# Data for this task
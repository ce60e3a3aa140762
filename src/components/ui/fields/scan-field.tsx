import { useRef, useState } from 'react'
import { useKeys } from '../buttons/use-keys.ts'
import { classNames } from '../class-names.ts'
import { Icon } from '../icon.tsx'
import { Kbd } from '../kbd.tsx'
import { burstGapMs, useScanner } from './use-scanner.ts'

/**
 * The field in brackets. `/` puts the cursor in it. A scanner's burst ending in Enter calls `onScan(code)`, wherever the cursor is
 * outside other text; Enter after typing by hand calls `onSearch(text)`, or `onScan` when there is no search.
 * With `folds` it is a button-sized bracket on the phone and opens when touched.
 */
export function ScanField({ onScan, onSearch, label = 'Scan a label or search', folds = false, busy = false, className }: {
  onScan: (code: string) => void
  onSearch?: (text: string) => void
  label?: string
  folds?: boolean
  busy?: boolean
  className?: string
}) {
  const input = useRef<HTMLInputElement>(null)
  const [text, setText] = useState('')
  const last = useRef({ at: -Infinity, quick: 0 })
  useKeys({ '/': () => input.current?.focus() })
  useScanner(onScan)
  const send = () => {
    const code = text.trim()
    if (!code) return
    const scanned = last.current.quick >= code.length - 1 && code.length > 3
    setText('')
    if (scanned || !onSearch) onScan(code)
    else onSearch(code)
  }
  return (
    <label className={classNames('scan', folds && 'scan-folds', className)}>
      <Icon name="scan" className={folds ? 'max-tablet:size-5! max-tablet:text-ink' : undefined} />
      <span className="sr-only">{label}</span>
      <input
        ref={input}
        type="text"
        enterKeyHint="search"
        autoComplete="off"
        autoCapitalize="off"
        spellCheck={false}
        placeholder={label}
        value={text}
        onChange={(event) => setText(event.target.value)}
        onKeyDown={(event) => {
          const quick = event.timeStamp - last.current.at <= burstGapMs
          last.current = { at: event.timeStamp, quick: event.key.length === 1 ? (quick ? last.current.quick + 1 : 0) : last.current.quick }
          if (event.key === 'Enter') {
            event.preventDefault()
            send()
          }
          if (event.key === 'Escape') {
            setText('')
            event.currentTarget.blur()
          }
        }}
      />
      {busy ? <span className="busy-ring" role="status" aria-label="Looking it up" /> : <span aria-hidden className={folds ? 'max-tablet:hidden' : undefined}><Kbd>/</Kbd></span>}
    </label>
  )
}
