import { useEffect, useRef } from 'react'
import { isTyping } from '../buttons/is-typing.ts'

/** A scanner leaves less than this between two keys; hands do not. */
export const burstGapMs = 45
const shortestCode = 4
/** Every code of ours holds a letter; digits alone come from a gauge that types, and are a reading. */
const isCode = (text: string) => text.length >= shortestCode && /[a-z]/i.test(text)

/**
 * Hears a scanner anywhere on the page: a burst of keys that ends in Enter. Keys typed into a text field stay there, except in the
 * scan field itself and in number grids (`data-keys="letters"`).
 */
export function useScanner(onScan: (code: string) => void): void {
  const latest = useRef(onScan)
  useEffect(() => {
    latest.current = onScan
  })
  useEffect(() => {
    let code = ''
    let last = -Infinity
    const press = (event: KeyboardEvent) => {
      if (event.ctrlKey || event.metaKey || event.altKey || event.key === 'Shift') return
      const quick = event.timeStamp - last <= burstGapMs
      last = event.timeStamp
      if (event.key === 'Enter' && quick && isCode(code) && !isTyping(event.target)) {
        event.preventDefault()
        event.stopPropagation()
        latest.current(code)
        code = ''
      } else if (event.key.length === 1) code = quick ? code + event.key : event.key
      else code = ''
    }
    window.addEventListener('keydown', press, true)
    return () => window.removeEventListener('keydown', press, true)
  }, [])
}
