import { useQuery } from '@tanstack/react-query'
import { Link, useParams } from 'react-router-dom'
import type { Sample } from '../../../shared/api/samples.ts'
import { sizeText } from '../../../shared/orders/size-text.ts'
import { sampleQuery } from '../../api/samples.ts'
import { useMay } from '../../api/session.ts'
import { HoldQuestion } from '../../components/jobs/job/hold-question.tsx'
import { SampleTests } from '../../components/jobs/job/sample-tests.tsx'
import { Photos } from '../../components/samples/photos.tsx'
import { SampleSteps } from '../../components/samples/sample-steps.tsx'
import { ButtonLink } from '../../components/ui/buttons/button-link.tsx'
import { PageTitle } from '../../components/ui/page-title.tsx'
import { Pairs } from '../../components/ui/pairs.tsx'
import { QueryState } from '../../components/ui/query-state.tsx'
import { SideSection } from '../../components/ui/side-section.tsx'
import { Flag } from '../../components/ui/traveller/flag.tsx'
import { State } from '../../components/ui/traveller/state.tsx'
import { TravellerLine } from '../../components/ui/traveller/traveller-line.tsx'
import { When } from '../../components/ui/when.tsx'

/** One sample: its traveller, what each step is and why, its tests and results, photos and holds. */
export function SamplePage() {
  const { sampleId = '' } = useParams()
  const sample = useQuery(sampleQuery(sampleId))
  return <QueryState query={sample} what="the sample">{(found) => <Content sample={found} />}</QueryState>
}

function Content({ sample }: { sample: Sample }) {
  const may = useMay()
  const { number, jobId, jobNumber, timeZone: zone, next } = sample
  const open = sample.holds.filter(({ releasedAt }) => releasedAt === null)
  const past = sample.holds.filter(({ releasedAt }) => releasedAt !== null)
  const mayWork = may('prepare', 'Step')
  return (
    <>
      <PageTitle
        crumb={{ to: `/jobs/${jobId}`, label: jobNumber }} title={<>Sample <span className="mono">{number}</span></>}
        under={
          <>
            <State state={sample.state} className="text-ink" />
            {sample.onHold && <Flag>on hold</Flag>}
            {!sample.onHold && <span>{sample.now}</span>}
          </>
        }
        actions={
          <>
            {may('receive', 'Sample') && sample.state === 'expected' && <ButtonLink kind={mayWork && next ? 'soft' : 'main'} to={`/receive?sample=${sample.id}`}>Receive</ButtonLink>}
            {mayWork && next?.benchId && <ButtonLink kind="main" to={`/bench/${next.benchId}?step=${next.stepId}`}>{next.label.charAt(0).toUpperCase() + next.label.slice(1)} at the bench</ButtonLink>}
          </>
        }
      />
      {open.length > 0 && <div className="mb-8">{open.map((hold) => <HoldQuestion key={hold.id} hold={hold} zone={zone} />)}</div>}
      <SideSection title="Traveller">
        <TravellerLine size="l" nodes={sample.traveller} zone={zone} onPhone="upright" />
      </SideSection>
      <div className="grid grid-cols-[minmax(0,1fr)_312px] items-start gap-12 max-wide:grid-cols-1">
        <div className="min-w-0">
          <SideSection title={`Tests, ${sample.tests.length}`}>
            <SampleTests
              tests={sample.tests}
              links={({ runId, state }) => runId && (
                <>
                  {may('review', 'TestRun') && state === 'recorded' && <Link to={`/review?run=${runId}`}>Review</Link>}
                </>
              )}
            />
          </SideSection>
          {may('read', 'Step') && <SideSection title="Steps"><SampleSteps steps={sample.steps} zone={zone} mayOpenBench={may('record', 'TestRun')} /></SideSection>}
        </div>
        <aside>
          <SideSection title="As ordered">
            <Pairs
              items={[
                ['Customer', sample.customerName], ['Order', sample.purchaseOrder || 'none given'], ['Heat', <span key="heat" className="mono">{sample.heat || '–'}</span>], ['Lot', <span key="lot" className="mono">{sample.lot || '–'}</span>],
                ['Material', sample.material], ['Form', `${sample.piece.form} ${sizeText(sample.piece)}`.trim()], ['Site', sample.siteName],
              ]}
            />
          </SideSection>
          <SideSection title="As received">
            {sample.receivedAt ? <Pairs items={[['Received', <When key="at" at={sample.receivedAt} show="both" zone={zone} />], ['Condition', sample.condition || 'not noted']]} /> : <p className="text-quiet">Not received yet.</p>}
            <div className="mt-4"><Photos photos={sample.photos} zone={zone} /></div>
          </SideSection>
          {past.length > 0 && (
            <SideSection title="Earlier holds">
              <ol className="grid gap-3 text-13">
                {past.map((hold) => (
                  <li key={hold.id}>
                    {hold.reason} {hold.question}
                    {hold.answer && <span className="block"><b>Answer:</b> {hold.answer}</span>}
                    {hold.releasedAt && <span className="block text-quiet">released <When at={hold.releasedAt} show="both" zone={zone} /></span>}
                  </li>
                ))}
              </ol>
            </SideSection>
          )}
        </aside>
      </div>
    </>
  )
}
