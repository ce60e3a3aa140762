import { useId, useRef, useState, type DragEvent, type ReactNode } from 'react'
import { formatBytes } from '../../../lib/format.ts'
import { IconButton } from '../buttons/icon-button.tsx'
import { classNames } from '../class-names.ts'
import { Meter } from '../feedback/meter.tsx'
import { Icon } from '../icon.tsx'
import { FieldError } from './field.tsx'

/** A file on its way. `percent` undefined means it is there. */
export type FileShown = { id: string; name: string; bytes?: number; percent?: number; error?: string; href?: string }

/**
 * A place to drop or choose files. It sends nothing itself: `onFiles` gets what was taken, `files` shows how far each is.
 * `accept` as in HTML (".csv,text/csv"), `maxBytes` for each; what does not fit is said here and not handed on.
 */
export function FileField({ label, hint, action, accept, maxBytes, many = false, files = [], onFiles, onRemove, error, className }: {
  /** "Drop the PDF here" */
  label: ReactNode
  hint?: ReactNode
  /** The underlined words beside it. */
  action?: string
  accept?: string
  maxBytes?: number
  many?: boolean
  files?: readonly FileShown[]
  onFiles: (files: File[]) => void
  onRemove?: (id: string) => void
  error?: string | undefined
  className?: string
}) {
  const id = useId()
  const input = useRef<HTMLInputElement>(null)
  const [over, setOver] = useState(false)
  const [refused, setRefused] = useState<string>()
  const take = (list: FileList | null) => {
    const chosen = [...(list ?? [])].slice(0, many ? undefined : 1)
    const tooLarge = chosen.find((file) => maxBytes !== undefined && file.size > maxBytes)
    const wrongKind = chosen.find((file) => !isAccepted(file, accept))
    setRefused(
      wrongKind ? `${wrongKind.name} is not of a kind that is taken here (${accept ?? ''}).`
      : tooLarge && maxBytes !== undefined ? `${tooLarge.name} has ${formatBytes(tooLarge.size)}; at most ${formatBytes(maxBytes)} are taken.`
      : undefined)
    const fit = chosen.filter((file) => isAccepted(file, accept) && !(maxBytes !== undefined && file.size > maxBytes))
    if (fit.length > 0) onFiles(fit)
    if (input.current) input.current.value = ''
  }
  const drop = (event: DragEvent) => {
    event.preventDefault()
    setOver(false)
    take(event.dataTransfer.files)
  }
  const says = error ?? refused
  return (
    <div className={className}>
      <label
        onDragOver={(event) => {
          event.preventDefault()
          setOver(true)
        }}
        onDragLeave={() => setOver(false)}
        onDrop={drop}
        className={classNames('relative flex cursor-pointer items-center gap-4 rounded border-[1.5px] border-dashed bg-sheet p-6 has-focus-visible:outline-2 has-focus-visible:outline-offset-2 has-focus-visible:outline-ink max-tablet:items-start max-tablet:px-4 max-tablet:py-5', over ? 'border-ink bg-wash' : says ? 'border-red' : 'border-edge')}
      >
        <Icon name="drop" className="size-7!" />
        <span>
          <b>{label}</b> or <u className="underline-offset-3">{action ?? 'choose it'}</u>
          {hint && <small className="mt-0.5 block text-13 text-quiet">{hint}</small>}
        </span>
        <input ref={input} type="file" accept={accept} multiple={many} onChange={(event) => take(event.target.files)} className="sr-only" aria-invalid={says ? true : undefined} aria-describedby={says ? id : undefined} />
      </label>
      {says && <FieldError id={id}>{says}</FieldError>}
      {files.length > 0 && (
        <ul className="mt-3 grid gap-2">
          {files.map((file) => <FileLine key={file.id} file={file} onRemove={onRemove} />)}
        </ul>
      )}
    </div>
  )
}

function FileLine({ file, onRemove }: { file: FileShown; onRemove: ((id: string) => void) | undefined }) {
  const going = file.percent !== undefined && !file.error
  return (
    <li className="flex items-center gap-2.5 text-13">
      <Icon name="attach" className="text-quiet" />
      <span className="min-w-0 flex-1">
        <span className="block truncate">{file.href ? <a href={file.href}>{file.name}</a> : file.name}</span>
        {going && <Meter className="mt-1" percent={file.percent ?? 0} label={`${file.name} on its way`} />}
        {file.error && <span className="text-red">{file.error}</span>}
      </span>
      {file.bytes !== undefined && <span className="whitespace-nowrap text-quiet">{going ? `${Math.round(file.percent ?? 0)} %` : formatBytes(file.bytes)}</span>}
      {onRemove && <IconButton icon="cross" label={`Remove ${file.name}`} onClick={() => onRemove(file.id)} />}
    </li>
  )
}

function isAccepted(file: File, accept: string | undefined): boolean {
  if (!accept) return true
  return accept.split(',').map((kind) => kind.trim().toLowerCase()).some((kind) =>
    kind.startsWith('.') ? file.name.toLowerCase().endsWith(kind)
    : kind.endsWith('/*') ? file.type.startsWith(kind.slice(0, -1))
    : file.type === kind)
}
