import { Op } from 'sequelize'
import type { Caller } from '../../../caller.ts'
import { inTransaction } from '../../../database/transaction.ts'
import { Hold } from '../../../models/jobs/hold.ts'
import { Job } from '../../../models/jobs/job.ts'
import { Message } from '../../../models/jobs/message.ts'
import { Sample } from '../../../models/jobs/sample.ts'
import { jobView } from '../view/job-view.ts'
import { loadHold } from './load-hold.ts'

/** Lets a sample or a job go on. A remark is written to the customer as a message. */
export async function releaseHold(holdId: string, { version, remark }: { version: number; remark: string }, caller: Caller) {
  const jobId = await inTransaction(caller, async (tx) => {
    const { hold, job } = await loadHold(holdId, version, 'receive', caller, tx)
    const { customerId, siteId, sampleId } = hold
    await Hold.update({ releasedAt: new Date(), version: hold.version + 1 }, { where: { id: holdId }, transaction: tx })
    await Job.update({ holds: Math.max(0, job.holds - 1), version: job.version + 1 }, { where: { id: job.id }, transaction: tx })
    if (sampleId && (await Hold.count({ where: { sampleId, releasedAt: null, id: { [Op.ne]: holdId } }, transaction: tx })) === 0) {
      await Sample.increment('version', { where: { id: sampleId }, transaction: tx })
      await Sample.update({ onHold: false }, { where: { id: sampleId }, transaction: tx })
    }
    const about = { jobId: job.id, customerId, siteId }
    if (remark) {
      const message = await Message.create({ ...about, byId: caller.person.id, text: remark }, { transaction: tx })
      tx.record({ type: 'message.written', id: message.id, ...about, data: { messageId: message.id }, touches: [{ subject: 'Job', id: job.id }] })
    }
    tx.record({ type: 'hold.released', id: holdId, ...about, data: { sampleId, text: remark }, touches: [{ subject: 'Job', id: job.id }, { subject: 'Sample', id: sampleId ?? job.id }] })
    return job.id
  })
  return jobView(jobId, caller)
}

# What you should do
Please return every line from the material above where the string "chosen" occurs.

# Answer to this task
    const chosen = [...(list ?? [])].slice(0, many ? undefined : 1)
    const tooLarge = chosen.find((file) => maxBytes !== undefined && file.size > maxBytes)
    const wrongKind = chosen.find((file) => !isAccepted(file, accept))
    const fit = chosen.filter((file) => isAccepted(file, accept) && !(maxBytes !== undefined && file.size > maxBytes))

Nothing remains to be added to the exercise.